▶ _Task_
Where does the string "Core" occur in the records below? Copy every line that holds it.

Saved entries:
════════

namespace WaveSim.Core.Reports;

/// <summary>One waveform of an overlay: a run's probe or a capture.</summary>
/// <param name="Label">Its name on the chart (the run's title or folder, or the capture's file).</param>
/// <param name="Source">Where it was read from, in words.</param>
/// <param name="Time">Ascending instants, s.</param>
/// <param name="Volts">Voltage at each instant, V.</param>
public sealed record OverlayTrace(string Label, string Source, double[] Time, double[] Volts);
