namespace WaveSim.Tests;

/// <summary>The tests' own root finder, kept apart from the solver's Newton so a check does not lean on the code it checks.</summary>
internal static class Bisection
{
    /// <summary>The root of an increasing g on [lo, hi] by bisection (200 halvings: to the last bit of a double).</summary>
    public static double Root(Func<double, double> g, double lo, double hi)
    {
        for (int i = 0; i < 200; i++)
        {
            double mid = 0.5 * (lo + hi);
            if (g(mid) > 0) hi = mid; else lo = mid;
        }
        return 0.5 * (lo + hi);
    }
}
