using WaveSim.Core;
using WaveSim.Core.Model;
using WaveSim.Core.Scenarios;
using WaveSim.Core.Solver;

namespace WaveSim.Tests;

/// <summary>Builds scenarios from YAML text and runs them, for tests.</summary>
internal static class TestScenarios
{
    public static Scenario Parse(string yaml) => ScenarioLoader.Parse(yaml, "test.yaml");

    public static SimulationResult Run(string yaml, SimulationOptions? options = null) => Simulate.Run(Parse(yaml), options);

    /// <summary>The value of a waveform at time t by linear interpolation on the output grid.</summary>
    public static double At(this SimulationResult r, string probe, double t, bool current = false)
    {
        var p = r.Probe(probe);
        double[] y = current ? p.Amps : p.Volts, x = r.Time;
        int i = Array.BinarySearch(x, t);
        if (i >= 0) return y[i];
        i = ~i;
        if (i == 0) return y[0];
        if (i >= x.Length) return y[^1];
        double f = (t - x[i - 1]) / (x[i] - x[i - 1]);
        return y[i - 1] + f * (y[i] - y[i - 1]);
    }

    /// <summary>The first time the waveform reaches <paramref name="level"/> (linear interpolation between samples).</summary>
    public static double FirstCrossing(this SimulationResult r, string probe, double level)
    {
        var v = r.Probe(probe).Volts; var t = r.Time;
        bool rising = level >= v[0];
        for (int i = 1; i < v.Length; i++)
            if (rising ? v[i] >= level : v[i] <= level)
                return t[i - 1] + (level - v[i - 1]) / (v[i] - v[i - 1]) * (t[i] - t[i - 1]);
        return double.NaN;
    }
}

════════

▶ _Completed exercise_
namespace WaveSim.Core.Reports;
using WaveSim.Core;
using WaveSim.Core.Model;
using WaveSim.Core.Scenarios;
using WaveSim.Core.Solver;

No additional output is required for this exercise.